*** TASK INPUTS ***

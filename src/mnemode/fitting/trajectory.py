"""Trajectory fitting: backpropagate the forecast error of warm-up + free-running unrolls.

Each optimiser step draws a batch of random windows from the training
trajectories. A window is ``n_warm`` observation intervals of history followed by
``n_f`` intervals of forecast:

1. **warm-up** — the hidden state starts from the closure's initial state and is
   driven by the observed history (:func:`mnemode.hybrid.warm_up`, as in
   assessment); only the last ``warm_up_grad`` of it keeps a graph (truncated
   backpropagation: earlier history still sets the state, it just isn't
   differentiated through);
2. **forecast** — the hybrid model free-runs from ``(x_obs, r)``
   (:func:`mnemode.hybrid.simulate`), optionally re-forced to the observed ``x``
   every ``reforce_every`` intervals (``r`` carries on);
3. **loss** — mean squared forecast error, each component divided by its
   training standard deviation::

       L = mean_{n, b, i} ((x̂_{n,b,i} − x_{n,b,i}) / s_i)²

The forecast length grows linearly from ``horizon[0]`` to ``horizon[1]`` over the
first ``curriculum`` fraction of the budget; the learning rate follows a cosine
from ``lr`` to ``lr_final`` over the budget; gradients are clipped to norm
``clip``. Every ``val_every`` steps the model forecasts fixed validation windows
(same warm-up) and the median validity time (normalised error
``‖x̂ − x‖ / RMS(x) > gamma``) decides the best model, which the fit returns:
forecast losses are heavy-tailed once forecasts pass a few Lyapunov times, so the
best loss is a poor guide.

Before training, the closure's scaling is set from the data (inputs by the
training mean/std; outputs by the mean/std of the finite-difference residual
``ẋ̂ − f0(x)``, so the readout starts at the missing term's mean), and a linear
readout is optionally initialised by ridge regression
(:class:`~mnemode.fitting.ReadoutRidgeFit`), which backpropagation then fine-tunes.

Budgets: ``steps`` optimiser updates (deterministic: a resumed fit ends with the
same weights, bit for bit, as an uninterrupted one) and/or ``max_seconds`` of wall
time (progress, schedule and curriculum then follow elapsed time, which is not
reproducible). Checkpoints (:mod:`mnemode.fitting.checkpoint`) are taken every
``checkpoint_every`` steps and at the end.

References:
    P. J. Werbos, Proc. IEEE 78 (1990) 1550–1560 (backpropagation through time);
    D. P. Kingma, J. Ba, ICLR 2015 (Adam); I. Loshchilov, F. Hutter, ICLR 2017
    (cosine schedule); R. T. Q. Chen et al., NeurIPS 2018 (adjoint method).
"""

from __future__ import annotations

import copy
import logging
import math
import time
from dataclasses import dataclass, field
from typing import Sequence

import numpy as np
import torch

from ..forecasting import choose_starts, model_dtype
from ..validity import validity_times
from ..data import TrajectorySet, take_windows
from ..closures.base import LinearReadout, Memory
from .base import Fitter
from ..errors import CheckpointError, ConfigError, DataError, FitDiverged
from ..hybrid import Forcing, HybridField, HybridFlowMap, simulate, warm_up
from .checkpoint import has_checkpoint, load_checkpoint, load_state_checked, save_checkpoint
from .readout import ReadoutRidgeFit, residual_targets
from .regression import set_scaling

__all__ = ["TrajectoryFit"]

log = logging.getLogger("mnemode")

_UNITS = ("time", "steps", "lyapunov")
_READOUT_INIT = ("auto", "ridge", "offset")
# consecutive non-finite gradients tolerated (skipped) before the fit is declared diverged
_MAX_BAD_GRADIENTS = 20
# default learning rates: from scratch, and for fine-tuning a ridge-initialised readout (a larger
# first step undoes the ridge solution before the forecast loss can improve on it)
_LR_FROM_SCRATCH, _LR_AFTER_RIDGE = 5e-3, 1e-3


#: version of the fit-settings record stored in checkpoints (1: every attribute of the fitter)
SETTINGS_VERSION = 2
#: the settings that define a fit; a resume under different values is refused, except for
#: :data:`RESUME_OVERRIDABLE`, which change only how the rest of the fit proceeds
SETTINGS_FIELDS = ("steps", "max_seconds", "batch_size", "lr", "lr_final", "weight_decay", "horizon",
                   "curriculum", "unit", "warm_up_grad", "reforce_every", "clip", "val_every", "val_windows",
                   "val_horizon", "gamma", "patience", "checkpoint_every", "readout_init", "ridge", "scheme",
                   "divergence_retries", "divergence_lr_factor")
RESUME_OVERRIDABLE = ("lr", "lr_final", "divergence_retries", "divergence_lr_factor", "max_seconds")


def _state_copy(module) -> dict:
    return {k: (v.detach().clone() if isinstance(v, torch.Tensor) else copy.deepcopy(v))
            for k, v in module.state_dict().items()}


@dataclass
class _Problem:
    """What the fit works on, prepared once: data tensors, window sizes, validation windows."""

    states: torch.Tensor
    forcing: torch.Tensor | None
    times: torch.Tensor  # (T, B) true sample times, float64: the physics' clock along each window
    x_std: torch.Tensor
    dt: float
    solver: object
    n_traj: int
    n_times: int
    n_warm: int
    n_grad: int
    h0: int
    h1: int
    val: dict
    rank: int = 0
    world: int = 1
    ddp: object = None  # DistributedDataParallel over the window loss when fitting data-parallel


class _WindowLoss(torch.nn.Module):
    """The loss of a batch of windows as a module, so DistributedDataParallel can average its gradients."""

    def __init__(self, fitter: "TrajectoryFit", model, prob: _Problem):
        super().__init__()
        self.model, self._fitter, self._prob = model, fitter, prob

    def forward(self, traj: torch.Tensor, start: torch.Tensor, n_f: int) -> torch.Tensor:
        p = self._prob
        pred, truth = self._fitter._run_windows(self.model, p.states, p.forcing, traj, start, p.n_warm, p.n_grad,
                                                n_f, p.dt, p.solver, self._fitter.reforce_every, p.times)
        return (((pred - truth) / p.x_std) ** 2).mean()


@dataclass
class _Best:
    """The best model so far, by validation score (higher is better)."""

    score: tuple
    step: int
    error: float
    model: dict


@dataclass
class _Progress:
    """The fit's counters: everything a checkpoint needs beyond the tensors."""

    step: int = 0
    elapsed_before: float = 0.0
    resumed_from: int | None = None
    bad_grads: int = 0
    patience_left: int | None = None
    recent: list = field(default_factory=list)
    best: _Best | None = None
    lr_scale: float = 1.0
    recoveries: int = 0
    started: float = field(default_factory=time.perf_counter)

    def elapsed(self) -> float:
        return self.elapsed_before + time.perf_counter() - self.started

    def counters(self) -> dict:
        b = self.best
        return {"elapsed": self.elapsed(), "patience_left": self.patience_left, "recent": list(self.recent),
                "bad_gradients": self.bad_grads, "lr_scale": self.lr_scale, "recoveries": self.recoveries,
                "best_score": None if b is None else list(b.score), "best_step": None if b is None else b.step,
                "best_error": None if b is None else b.error}


class _Diverged(Exception):
    """Internal: this update produced a non-finite loss, gradient or parameter."""

    def __init__(self, what: str):
        super().__init__(what)
        self.what = what
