Each function returns a :class:`matplotlib.figure.Figure` built without pyplot
(no global state, no interactive backend: rendering goes through Agg when saved),
so the same object can be written as PNG and sent to TensorBoard. Lines take
their colour and dash pattern from :mod:`mnemode.assess.palette` by role (truth,
physics-only, references, learned models); axes carry units (the system's state
units and time unit); legends sit outside the data, below the panels; censored
forecasts and models that blew up are marked. Systems with many components show
at most ``max_components`` panels; ring systems show the pooled statistics of
their identical sites.
"""

from __future__ import annotations

from pathlib import Path

import numpy as np
from matplotlib.figure import Figure

from . import palette

__all__ = ["model_colours", "forecast_traces_figure", "error_growth_figure", "validity_figure",
           "density_figure", "acf_figure", "training_curves_figure", "hidden_state_figure", "save_figure",
           "assessment_figures", "figure_numbers", "log_figures", "CAPTIONS", "read_training_curves"]

CAPTIONS = {
    "forecast_traces": "Forecasts from one test start",
    "error_growth": "Forecast error growth",
    "validity_times": "Validity times",
    "invariant_densities": "Invariant densities",
    "autocorrelation": "Autocorrelation functions",
    "training_curves": "Training curves",
    "hidden_states": "Hidden-state traces of the memory models",
}

_BLOWN = dict(marker="X", ms=8, mec="black", mew=0.6, ls="none")   # a model left the finite numbers here


def model_colours(names) -> dict[str, palette.LineStyle]:
    """The line style of each model name, by role (:func:`mnemode.assess.palette.line_styles`)."""
    return palette.line_styles(list(names))


def _style(name: str, styles: dict) -> palette.LineStyle:
    s = styles.get(name)
    if isinstance(s, palette.LineStyle):
        return s
    return palette.line_styles([name])[name]


_NO_DIMENSION = ("1", "-", "dimensionless")


def _with_unit(label: str, unit: str | None) -> str:
    if unit in _NO_DIMENSION:
        return f"{label} (dimensionless)"
    return f"{label} ({unit})" if unit else f"{label} (no unit given)"


def _time_label(what: str, time_unit: str) -> str:
    return f"{what} ({time_unit or 'time units'})"


def _units(units, n: int) -> list[str]:
    units = list(units) if units is not None else []
    return [units[i] if i < len(units) else "" for i in range(n)]


def _panels(n: int, height: float = 2.2, width: float = 8.0, sharex: bool = True):
    fig = Figure(figsize=(width, 1.2 + height * n), layout="constrained")
    axes = fig.subplots(n, 1, sharex=sharex, squeeze=False)[:, 0]
    return fig, axes


def _legend_outside(fig: Figure, axes, ncol: int | None = None) -> None:
    """One legend for the figure, below the panels (outside every data area, clear of the title)."""
    handles, labels, seen = [], [], set()
    for ax in np.atleast_1d(axes):
        for h, lab in zip(*ax.get_legend_handles_labels()):
            if lab not in seen and not lab.startswith("_"):
                seen.add(lab)
                handles.append(h)
                labels.append(lab)
    if handles:
        fig.legend(handles, labels, loc="outside lower center", ncol=ncol or min(4, len(handles)), fontsize=8,
                   frameon=False)


def _last_finite(x: np.ndarray) -> int | None:
    """Index of the last row before the first non-finite one (``None`` if all rows are finite)."""
    bad = ~np.isfinite(x).all(axis=-1)
    if not bad.any():
        return None
    return max(int(np.argmax(bad)) - 1, 0)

*** End of TASK INPUTS ***

=== DESCRIPTION OF THE TASK ===
The expected answer is an exact copy of the lines above, beginning at the line with "line style of" and ending at the line with "axes = fig.subplots(n, 1, sharex=sharex, squeeze=False)[:, 0]", with both ends in.

=== SOLUTION TO THIS EXERCISE ===
    """The line style of each model name, by role (:func:`mnemode.assess.palette.line_styles`)."""
    return palette.line_styles(list(names))


def _style(name: str, styles: dict) -> palette.LineStyle:
    s = styles.get(name)
    if isinstance(s, palette.LineStyle):
        return s
    return palette.line_styles([name])[name]


_NO_DIMENSION = ("1", "-", "dimensionless")


def _with_unit(label: str, unit: str | None) -> str:
    if unit in _NO_DIMENSION:
        return f"{label} (dimensionless)"
    return f"{label} ({unit})" if unit else f"{label} (no unit given)"


def _time_label(what: str, time_unit: str) -> str:
    return f"{what} ({time_unit or 'time units'})"


def _units(units, n: int) -> list[str]:
    units = list(units) if units is not None else []
    return [units[i] if i < len(units) else "" for i in range(n)]


def _panels(n: int, height: float = 2.2, width: float = 8.0, sharex: bool = True):
    fig = Figure(figsize=(width, 1.2 + height * n), layout="constrained")
    axes = fig.subplots(n, 1, sharex=sharex, squeeze=False)[:, 0]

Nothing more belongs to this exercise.